▸ Stored data entries
-- Opening Marker --
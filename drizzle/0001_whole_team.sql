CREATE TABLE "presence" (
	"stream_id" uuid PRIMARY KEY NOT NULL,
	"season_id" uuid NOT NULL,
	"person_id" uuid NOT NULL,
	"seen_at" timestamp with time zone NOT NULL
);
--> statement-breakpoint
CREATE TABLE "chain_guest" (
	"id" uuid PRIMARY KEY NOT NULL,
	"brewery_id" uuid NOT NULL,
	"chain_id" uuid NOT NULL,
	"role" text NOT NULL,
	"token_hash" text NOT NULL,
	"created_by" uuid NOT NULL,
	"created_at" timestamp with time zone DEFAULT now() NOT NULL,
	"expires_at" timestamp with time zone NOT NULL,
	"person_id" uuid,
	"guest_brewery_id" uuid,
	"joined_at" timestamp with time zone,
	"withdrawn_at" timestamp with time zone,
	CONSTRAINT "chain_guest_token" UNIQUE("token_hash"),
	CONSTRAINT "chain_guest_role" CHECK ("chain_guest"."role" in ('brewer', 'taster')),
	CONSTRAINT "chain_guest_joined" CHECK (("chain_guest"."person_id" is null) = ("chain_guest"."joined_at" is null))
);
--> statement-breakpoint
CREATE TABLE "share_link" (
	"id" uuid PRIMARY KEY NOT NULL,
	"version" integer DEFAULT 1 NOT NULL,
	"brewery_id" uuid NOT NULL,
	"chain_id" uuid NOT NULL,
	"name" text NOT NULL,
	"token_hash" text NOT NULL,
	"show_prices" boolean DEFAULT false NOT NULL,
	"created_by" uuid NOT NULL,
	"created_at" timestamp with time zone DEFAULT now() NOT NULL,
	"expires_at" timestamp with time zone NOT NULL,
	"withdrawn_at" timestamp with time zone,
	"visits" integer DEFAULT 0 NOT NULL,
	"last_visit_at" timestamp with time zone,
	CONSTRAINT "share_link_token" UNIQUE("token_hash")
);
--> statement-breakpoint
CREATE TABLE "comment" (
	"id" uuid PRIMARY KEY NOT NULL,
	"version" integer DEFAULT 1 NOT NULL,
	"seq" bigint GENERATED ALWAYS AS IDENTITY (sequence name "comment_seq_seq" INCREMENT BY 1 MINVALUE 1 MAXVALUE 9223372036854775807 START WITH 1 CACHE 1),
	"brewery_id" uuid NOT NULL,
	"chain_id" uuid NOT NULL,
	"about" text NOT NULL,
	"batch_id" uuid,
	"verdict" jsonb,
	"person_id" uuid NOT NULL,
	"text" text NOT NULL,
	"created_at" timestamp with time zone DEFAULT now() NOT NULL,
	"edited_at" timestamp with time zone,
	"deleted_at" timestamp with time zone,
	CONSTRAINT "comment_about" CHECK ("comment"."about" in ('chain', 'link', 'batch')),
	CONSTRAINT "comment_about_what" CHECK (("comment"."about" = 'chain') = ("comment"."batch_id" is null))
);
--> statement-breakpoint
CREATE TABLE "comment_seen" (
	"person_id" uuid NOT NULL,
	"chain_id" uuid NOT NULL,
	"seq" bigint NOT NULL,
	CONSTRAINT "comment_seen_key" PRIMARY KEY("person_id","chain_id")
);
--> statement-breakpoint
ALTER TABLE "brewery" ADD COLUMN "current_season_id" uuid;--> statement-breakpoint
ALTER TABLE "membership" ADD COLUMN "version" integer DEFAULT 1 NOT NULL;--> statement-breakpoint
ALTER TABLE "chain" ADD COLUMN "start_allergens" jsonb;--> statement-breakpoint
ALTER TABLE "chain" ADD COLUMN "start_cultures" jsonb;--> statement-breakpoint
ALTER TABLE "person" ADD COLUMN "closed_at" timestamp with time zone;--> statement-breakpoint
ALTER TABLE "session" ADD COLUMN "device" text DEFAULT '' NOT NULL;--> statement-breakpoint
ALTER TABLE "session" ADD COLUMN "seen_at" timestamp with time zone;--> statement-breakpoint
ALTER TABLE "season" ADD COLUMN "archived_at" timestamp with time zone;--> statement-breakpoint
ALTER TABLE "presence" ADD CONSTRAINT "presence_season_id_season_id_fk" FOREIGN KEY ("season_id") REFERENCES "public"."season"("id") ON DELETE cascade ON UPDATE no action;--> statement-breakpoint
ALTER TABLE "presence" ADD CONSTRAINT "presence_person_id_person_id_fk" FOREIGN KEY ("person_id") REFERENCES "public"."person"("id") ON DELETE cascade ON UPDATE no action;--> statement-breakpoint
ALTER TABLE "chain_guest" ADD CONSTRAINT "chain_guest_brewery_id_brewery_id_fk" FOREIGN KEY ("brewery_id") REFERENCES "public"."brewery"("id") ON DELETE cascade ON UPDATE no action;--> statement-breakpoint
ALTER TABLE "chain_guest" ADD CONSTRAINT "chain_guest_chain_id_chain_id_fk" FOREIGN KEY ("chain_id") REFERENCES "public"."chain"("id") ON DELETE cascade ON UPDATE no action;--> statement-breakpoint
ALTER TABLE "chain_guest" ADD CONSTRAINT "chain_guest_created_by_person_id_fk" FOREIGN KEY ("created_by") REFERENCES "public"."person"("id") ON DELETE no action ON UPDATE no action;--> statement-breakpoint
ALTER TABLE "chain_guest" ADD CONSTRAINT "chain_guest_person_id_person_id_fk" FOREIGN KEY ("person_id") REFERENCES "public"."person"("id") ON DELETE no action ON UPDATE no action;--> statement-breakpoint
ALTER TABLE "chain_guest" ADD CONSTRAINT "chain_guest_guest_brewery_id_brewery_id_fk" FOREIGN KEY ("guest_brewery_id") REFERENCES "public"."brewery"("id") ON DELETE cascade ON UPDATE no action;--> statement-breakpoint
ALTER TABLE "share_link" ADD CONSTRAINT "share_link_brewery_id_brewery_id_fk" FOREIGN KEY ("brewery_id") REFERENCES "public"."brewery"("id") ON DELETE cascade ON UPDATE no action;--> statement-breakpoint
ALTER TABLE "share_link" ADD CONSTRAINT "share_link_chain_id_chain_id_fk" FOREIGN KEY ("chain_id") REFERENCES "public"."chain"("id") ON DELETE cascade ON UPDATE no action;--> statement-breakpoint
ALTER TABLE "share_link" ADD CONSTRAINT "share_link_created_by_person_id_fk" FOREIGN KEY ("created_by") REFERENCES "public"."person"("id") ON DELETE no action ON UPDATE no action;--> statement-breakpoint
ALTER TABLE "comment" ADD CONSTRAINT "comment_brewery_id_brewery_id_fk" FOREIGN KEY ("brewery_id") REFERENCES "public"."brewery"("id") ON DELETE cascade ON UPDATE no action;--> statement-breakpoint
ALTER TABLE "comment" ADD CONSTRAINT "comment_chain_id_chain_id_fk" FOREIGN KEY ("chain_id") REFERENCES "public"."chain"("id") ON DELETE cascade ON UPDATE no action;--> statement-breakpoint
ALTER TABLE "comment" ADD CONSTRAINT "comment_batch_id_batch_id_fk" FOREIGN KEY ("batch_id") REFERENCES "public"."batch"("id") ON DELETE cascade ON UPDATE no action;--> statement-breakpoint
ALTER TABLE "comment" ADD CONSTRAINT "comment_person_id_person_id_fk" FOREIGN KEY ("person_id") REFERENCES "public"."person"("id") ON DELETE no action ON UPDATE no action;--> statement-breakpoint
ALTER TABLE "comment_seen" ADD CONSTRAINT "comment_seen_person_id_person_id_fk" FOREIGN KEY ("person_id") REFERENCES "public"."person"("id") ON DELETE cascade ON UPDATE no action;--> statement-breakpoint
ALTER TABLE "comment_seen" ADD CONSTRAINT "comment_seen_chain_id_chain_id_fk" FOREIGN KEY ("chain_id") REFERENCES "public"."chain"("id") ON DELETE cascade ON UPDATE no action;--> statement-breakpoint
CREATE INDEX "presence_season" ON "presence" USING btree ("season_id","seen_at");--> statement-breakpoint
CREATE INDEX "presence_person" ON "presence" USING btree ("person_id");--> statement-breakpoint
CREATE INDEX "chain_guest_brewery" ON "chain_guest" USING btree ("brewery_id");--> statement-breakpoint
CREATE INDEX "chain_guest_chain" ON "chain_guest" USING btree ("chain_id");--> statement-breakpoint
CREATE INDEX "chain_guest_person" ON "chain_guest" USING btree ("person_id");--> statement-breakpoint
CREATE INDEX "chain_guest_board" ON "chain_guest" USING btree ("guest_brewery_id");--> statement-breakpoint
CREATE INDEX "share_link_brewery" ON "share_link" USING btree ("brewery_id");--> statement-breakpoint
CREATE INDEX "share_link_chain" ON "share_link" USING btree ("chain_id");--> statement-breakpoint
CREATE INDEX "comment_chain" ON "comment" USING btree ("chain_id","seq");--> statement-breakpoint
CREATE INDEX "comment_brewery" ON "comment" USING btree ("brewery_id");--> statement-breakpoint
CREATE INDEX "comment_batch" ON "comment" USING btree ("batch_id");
-- Closing Marker --
▸ Work item
In the entries above, tally the lines that include the string "about". Give the figure only.

▸ Expected answer
3